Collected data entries
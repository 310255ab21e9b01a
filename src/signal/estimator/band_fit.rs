//! The band fit: variable-projection Levenberg–Marquardt on the free
//! poles, the all-parameter fallback, rejection of insignificant
//! components, and the covariance from the full Jacobian.

use std::f64::consts::PI;

use nalgebra::{DMatrix, DVector};

use super::config::*;

/// Fits the band from the given free poles, removing the least
/// significant component (amplitude below [`MIN_AMPLITUDE_Z`] standard
/// errors, or growing by more than that) and refitting until all pass.
/// Returns the last fit, the number removed and the iterations spent.
pub(super) fn fit_with_rejection(
    problem: &mut FitProblem,
    mut free: Vec<C64>,
    fixed: &[C64],
) -> (PoleFit, usize, usize) {
    let mut rejected = 0usize;
    let mut iterations = 0usize;
    loop {
        let result = problem.solve(&free, fixed);
        iterations += result.iterations;
        // A component broader than the window is background (which the
        // baseline models), not a partial: the broadest goes first.
        let broadest = result
            .free
            .iter()
            .enumerate()
            .filter(|(_, c)| -c.s.re > problem.broad_limit)
            .min_by(|a, b| a.1.s.re.total_cmp(&b.1.s.re))
            .map(|(i, _)| i);
        let worst = broadest.or_else(|| {
            result
                .free
                .iter()
                .enumerate()
                .filter(|(_, c)| c.amplitude_z < MIN_AMPLITUDE_Z || c.growth_z > MIN_AMPLITUDE_Z)
                .min_by(|a, b| a.1.amplitude_z.total_cmp(&b.1.amplitude_z))
                .map(|(i, _)| i)
        });
        let Some(i) = worst else {
            return (result, rejected, iterations);
        };
        // Restart from the fitted poles of the others.
        free = result
            .free
            .iter()
            .enumerate()
            .filter(|&(j, _)| j != i)
            .map(|(_, c)| c.s)
            .collect();
        rejected += 1;
    }
}

/// One fitted component with its significance.
#[derive(Debug, Clone, Copy)]
pub(super) struct FittedComponent {
    /// Pole per sample.
    pub(super) s: C64,
    /// Complex amplitude of b·z^n (the real partial is b·z^n + b̄·z̄^n).
    pub(super) b: C64,
    /// Variance of Re s (decay per sample), per sample².
    pub(super) var_sigma: f64,
    /// Variance of Im s (rad/sample)².
    pub(super) var_omega: f64,
    /// |b| over its standard error.
    pub(super) amplitude_z: f64,
    /// −Re s over its standard error when the component grows (else 0).
    pub(super) growth_z: f64,
}

pub(super) struct PoleFit {
    pub(super) free: Vec<FittedComponent>,
    pub(super) iterations: usize,
    pub(super) stop: StopReason,
    pub(super) reduced_chi2: f64,
    /// Wald statistic eᵀ·C_e⁻¹·e of the baseline coefficients (0 without).
    pub(super) baseline_wald: f64,
}

/// G(s) alone, as in [`geometric`].
pub(super) fn geometric_value(es: C64, zn: C64, w: C64, n: f64) -> C64 {
    let u = es * w;
    let d = u - 1.0;
    if d.norm_sqr() * n * n < 1e-6 {
        return C64::new(n, 0.0)
            + d * (n * (n - 1.0) / 2.0)
            + d * d * (n * (n - 1.0) * (n - 2.0) / 6.0);
    }
    (C64::new(1.0, 0.0) - zn) / (-d)
}

/// The bins of one fit window and the model of their spectrum
/// (module notes, step 4). Parameters, all real: (Re s, Im s) of each
/// free pole, then (Re b, Im b) of every component (free, then fixed),
/// then (Re e, Im e) of each baseline coefficient.
pub(super) struct FitProblem {
    pub(super) n: f64,
    /// e^(−2πik/N) per bin.
    pub(super) w: Vec<C64>,
    /// Baseline abscissa (k − kc)/half-width per bin.
    pub(super) t: Vec<f64>,
    pub(super) data: Vec<C64>,
    /// The data stacked (Re of every bin, then Im).
    pub(super) stacked: DVector<f64>,
    /// Noise variance of each of Re X_k and Im X_k: N·σ²/2.
    pub(super) bin_var: f64,
    /// Number of baseline coefficients (0: no baseline).
    pub(super) baseline_terms: usize,
    /// Decay per sample at which a line's half-power half-width α/2π
    /// reaches the fit window's half-width: a component this broad is
    /// background, not a partial ([`fit_with_rejection`]).
    pub(super) broad_limit: f64,
}

/// G(s) = Σ_{n<N} (e^s·w)^n = (1 − e^(Ns))/(1 − e^s·w) for w^N = 1, and
/// dG/ds = Σ n·(e^s·w)^n; near e^s·w = 1 the three-term series in
/// δ = e^s·w − 1 (error ~ (Nδ)³/24 relative, below 1e−10 where used).
pub(super) fn geometric(es: C64, zn: C64, w: C64, n: f64) -> (C64, C64) {
    let u = es * w;
    let d = u - 1.0;
    if d.norm_sqr() * n * n < 1e-6 {
        let g = C64::new(n, 0.0)
            + d * (n * (n - 1.0) / 2.0)
            + d * d * (n * (n - 1.0) * (n - 2.0) / 6.0);
        let dg = (C64::new(n * (n - 1.0) / 2.0, 0.0) + d * (n * (n - 1.0) * (n - 2.0) / 3.0)) * u;
        return (g, dg);
    }
    let om = -d; // 1 − u
    let g = (C64::new(1.0, 0.0) - zn) / om;
    let dg = (zn * om * (-n) + (C64::new(1.0, 0.0) - zn) * u) / (om * om);
    (g, dg)
}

How to complete this task → From the records above, pull every line that has the string "partial" and copy it.

Solution to this exercise →
        // baseline models), not a partial: the broadest goes first.
    /// Complex amplitude of b·z^n (the real partial is b·z^n + b̄·z̄^n).
    /// background, not a partial ([`fit_with_rejection`]).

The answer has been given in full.